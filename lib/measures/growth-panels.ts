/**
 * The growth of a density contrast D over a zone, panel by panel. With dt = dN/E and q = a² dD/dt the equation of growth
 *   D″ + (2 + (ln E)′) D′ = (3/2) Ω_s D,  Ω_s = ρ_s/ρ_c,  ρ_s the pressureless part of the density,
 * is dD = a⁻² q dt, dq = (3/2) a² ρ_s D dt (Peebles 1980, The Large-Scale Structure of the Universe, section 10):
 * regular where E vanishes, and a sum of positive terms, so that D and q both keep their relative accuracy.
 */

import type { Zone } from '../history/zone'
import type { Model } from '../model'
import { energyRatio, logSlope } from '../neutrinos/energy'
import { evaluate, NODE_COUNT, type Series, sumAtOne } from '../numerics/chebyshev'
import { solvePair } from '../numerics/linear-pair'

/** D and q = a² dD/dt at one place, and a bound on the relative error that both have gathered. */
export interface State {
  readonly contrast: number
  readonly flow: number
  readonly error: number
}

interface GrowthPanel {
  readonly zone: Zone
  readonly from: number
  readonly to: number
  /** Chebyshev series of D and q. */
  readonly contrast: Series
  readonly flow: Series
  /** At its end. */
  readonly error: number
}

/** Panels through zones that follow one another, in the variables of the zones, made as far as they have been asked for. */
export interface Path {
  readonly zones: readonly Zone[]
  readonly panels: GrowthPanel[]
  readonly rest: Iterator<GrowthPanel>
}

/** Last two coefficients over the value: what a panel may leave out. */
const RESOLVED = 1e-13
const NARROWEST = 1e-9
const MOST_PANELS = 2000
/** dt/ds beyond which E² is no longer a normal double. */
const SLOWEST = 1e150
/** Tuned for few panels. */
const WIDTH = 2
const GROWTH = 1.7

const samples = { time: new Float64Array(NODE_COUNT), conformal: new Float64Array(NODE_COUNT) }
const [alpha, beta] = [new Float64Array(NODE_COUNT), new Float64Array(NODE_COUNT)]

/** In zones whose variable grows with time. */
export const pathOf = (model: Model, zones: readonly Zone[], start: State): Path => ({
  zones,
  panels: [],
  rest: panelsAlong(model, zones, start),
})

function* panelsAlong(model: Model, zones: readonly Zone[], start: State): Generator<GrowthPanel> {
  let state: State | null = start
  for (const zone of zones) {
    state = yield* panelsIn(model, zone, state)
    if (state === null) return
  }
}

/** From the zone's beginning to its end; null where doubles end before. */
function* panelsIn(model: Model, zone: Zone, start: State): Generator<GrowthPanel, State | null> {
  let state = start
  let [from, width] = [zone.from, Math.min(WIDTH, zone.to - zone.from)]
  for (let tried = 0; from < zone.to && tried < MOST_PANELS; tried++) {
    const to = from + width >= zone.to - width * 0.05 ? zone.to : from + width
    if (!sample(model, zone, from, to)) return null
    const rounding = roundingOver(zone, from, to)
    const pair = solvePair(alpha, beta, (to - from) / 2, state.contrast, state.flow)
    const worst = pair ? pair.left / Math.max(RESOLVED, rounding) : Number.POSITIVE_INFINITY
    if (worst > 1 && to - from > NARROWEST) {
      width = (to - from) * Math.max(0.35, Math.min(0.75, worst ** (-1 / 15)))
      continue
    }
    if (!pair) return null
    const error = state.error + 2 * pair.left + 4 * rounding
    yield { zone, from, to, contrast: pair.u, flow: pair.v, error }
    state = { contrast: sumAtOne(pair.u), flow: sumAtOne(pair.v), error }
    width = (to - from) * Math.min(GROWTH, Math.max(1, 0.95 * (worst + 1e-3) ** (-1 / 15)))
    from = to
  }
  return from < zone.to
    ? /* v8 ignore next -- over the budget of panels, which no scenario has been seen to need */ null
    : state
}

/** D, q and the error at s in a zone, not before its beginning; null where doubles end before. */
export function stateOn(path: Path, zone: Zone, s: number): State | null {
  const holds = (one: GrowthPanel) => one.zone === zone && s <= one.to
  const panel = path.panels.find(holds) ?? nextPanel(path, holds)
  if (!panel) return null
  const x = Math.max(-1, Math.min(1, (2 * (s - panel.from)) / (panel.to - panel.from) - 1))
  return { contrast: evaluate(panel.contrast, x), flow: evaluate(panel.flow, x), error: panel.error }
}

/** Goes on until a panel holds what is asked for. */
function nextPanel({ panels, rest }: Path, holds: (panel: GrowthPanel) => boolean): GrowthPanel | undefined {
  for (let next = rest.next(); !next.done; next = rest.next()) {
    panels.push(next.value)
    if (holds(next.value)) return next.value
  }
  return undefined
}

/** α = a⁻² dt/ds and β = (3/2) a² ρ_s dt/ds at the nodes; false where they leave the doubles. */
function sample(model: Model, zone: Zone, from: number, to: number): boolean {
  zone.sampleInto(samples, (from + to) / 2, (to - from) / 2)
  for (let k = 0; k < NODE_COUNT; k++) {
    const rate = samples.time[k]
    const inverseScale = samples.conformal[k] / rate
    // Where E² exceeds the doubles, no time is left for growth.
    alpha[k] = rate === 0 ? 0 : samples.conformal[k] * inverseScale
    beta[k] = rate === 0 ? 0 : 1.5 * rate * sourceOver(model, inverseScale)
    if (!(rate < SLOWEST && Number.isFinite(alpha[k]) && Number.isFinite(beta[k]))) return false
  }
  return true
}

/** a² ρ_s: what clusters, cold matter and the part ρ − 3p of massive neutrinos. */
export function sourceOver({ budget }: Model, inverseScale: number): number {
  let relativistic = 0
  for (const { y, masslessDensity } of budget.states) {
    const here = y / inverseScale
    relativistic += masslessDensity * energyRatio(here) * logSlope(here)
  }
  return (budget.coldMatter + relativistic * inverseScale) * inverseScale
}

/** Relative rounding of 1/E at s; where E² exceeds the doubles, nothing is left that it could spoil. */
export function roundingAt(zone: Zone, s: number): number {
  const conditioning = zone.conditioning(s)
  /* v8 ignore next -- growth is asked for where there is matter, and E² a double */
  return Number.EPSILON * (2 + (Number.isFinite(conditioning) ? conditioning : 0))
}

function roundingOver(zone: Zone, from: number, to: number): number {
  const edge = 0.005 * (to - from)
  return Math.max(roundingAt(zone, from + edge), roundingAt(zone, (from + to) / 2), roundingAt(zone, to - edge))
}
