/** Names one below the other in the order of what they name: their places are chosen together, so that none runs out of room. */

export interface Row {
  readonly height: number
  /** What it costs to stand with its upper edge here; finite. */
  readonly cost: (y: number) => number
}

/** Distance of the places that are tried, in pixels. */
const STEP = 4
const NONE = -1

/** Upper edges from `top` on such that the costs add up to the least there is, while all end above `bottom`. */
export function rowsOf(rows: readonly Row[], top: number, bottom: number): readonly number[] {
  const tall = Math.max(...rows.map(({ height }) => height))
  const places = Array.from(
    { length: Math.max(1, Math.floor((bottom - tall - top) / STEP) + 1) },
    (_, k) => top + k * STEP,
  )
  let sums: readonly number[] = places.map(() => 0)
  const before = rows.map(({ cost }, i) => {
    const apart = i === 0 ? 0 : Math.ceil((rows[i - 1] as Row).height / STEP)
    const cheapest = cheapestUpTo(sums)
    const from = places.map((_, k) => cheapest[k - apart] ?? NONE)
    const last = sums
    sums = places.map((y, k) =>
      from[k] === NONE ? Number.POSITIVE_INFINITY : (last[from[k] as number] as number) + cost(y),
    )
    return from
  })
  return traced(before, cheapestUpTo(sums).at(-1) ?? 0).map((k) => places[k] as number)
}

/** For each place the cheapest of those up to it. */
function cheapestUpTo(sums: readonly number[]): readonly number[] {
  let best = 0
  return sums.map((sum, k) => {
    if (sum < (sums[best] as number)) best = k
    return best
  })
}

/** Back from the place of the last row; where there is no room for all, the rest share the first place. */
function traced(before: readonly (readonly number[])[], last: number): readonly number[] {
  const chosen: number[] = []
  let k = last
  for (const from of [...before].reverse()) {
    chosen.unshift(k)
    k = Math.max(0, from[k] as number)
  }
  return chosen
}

---

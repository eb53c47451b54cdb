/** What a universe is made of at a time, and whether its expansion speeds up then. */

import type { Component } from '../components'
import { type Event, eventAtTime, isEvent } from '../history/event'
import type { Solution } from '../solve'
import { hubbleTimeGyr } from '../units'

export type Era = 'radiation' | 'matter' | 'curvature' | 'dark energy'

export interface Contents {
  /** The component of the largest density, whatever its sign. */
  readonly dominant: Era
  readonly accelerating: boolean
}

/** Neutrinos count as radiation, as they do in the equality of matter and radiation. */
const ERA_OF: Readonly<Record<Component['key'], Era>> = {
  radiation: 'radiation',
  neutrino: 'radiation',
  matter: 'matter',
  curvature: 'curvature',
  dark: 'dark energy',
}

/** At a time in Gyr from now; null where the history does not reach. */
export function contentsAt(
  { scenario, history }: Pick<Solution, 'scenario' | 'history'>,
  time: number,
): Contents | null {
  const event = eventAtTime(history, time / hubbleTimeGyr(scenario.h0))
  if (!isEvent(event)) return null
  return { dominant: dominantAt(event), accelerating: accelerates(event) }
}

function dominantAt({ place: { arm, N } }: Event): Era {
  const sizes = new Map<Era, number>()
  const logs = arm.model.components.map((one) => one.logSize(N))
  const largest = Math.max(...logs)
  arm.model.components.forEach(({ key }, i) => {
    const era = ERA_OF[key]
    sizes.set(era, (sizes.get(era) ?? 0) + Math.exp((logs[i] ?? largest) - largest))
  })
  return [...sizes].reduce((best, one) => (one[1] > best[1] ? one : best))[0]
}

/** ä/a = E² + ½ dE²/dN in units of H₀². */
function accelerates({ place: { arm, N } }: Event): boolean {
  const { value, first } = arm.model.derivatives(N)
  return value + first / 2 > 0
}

--

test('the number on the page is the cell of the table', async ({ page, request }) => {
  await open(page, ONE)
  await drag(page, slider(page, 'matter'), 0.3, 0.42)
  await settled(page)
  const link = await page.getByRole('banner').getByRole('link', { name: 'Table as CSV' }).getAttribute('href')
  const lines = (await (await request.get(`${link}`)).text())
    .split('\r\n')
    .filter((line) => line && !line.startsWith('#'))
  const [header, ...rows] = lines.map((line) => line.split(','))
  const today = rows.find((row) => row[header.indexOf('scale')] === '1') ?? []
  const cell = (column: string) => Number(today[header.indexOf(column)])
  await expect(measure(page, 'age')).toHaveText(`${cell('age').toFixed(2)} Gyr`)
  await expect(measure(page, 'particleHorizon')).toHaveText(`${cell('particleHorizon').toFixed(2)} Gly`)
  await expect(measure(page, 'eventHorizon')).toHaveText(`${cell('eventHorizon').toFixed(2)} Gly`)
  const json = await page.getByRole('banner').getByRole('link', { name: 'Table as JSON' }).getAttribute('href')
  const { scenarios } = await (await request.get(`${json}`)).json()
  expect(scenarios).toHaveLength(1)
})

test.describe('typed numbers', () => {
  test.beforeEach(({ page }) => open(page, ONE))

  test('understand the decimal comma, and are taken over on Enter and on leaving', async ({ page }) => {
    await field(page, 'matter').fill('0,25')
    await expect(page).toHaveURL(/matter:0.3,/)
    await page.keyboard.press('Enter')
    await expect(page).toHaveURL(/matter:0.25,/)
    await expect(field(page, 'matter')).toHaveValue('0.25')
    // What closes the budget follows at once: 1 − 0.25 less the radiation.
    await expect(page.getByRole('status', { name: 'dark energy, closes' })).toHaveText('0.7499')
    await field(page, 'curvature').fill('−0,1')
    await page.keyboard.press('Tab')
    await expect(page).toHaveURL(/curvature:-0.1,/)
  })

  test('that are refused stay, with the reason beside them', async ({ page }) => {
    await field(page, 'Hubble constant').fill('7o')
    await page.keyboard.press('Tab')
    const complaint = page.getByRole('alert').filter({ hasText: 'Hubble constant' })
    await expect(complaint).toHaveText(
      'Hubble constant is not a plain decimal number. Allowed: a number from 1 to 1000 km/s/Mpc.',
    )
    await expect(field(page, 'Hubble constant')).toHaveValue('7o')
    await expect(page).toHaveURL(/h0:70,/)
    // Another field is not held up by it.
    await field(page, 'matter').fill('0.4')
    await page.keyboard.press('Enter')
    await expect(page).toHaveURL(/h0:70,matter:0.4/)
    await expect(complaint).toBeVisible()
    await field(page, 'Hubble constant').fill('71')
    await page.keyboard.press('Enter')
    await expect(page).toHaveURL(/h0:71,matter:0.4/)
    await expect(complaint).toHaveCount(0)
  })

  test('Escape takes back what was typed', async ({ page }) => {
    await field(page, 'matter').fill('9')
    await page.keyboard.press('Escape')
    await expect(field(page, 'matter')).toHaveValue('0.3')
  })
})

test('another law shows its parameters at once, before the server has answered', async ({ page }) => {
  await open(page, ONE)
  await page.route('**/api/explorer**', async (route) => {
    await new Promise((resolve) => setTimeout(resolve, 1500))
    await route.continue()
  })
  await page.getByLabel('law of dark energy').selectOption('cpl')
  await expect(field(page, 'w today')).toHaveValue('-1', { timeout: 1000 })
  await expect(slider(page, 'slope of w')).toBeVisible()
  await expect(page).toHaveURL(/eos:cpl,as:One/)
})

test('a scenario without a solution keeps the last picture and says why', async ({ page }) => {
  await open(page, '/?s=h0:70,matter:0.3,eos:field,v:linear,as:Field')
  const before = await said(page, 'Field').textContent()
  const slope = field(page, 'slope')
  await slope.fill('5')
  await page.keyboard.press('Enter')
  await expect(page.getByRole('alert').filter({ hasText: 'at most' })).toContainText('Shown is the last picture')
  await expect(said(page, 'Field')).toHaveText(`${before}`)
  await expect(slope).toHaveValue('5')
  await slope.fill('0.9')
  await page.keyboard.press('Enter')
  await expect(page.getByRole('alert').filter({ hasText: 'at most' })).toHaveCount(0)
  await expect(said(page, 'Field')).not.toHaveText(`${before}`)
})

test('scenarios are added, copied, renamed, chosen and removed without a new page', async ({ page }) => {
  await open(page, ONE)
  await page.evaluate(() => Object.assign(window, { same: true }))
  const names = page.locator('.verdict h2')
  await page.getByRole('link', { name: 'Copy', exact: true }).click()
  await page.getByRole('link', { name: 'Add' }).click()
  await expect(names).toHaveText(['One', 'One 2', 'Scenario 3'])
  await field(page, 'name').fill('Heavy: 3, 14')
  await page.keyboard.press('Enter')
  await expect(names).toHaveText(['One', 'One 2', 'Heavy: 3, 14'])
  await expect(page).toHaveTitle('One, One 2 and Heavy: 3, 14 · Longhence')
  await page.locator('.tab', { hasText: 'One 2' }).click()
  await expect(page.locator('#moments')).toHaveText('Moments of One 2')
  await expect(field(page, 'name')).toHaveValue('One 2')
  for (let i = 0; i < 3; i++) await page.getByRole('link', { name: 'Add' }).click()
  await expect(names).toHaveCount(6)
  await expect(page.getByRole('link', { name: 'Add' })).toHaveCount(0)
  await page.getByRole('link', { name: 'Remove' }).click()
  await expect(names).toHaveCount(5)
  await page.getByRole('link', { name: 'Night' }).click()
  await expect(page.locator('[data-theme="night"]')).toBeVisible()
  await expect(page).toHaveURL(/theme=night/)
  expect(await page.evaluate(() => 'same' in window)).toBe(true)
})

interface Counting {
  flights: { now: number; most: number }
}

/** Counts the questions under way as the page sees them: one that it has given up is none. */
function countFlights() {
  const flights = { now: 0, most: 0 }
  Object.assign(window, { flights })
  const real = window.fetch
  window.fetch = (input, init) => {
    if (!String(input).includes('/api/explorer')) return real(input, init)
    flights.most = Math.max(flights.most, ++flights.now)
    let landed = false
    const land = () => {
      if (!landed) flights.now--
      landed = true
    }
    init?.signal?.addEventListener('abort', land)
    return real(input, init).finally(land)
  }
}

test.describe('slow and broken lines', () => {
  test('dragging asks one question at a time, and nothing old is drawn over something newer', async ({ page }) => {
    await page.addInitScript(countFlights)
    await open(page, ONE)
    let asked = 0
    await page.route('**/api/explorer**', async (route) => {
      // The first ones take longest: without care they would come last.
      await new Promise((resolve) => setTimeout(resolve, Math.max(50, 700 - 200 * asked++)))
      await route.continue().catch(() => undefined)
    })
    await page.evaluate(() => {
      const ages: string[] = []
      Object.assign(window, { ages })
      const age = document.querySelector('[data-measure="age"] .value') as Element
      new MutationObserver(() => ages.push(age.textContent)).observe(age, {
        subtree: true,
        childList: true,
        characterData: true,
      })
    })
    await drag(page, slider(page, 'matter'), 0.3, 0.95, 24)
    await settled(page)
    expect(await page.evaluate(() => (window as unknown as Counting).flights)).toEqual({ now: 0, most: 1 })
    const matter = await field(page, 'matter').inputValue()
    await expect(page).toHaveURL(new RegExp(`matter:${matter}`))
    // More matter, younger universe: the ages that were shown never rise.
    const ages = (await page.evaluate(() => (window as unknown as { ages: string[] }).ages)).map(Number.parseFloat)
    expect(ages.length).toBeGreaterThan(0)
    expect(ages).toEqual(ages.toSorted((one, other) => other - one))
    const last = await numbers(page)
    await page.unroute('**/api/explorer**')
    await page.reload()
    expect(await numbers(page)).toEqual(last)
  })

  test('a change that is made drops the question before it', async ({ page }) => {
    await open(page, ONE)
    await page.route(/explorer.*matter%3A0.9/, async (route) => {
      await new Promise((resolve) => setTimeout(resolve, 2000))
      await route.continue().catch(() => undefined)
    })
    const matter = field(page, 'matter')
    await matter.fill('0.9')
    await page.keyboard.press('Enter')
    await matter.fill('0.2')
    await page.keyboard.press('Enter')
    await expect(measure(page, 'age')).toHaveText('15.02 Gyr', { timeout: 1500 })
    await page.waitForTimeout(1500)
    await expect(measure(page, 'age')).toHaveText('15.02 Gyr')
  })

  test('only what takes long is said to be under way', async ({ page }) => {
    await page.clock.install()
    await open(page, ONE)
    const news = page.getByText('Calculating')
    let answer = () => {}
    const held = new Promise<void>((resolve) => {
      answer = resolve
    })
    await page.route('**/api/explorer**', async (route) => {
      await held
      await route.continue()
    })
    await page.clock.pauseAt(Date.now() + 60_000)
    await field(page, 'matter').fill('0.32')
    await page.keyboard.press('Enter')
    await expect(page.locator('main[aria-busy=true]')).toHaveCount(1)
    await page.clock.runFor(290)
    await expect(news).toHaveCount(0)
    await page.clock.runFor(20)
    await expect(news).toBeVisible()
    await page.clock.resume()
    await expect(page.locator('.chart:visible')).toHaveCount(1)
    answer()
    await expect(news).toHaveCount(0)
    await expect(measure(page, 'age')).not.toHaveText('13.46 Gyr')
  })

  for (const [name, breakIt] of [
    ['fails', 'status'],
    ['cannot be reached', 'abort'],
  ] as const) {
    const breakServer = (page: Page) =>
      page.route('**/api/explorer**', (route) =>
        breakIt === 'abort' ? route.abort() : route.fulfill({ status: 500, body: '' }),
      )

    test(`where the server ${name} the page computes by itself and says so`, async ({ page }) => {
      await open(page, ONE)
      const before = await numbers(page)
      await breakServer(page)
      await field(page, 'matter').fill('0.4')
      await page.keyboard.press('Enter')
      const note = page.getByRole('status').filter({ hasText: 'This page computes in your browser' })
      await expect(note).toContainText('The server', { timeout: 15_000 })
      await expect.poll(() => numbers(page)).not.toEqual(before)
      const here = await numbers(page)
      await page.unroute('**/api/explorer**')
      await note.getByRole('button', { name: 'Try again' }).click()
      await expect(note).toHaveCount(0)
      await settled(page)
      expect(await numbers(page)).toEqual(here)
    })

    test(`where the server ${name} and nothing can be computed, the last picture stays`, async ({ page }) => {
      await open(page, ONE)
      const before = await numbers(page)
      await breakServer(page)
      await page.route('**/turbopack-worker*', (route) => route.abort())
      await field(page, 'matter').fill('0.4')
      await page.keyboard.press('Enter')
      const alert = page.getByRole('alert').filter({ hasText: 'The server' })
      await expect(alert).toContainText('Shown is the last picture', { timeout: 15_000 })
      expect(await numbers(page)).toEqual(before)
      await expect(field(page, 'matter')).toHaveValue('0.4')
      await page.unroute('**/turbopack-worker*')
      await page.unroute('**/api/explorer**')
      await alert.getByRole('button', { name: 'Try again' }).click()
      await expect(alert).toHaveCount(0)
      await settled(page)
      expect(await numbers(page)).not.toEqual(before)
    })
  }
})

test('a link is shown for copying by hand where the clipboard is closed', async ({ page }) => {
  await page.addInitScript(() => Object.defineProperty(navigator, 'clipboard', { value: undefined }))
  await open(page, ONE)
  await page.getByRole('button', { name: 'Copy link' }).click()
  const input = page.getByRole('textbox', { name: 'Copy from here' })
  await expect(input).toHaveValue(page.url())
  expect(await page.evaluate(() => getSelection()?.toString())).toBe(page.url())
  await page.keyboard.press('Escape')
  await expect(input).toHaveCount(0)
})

_EXERCISE BRIEF_
Copy each line holding the word "toFixed" from the listing above.

_SOLUTION_
  await expect(measure(page, 'age')).toHaveText(`${cell('age').toFixed(2)} Gyr`)
  await expect(measure(page, 'particleHorizon')).toHaveText(`${cell('particleHorizon').toFixed(2)} Gly`)
  await expect(measure(page, 'eventHorizon')).toHaveText(`${cell('eventHorizon').toFixed(2)} Gly`)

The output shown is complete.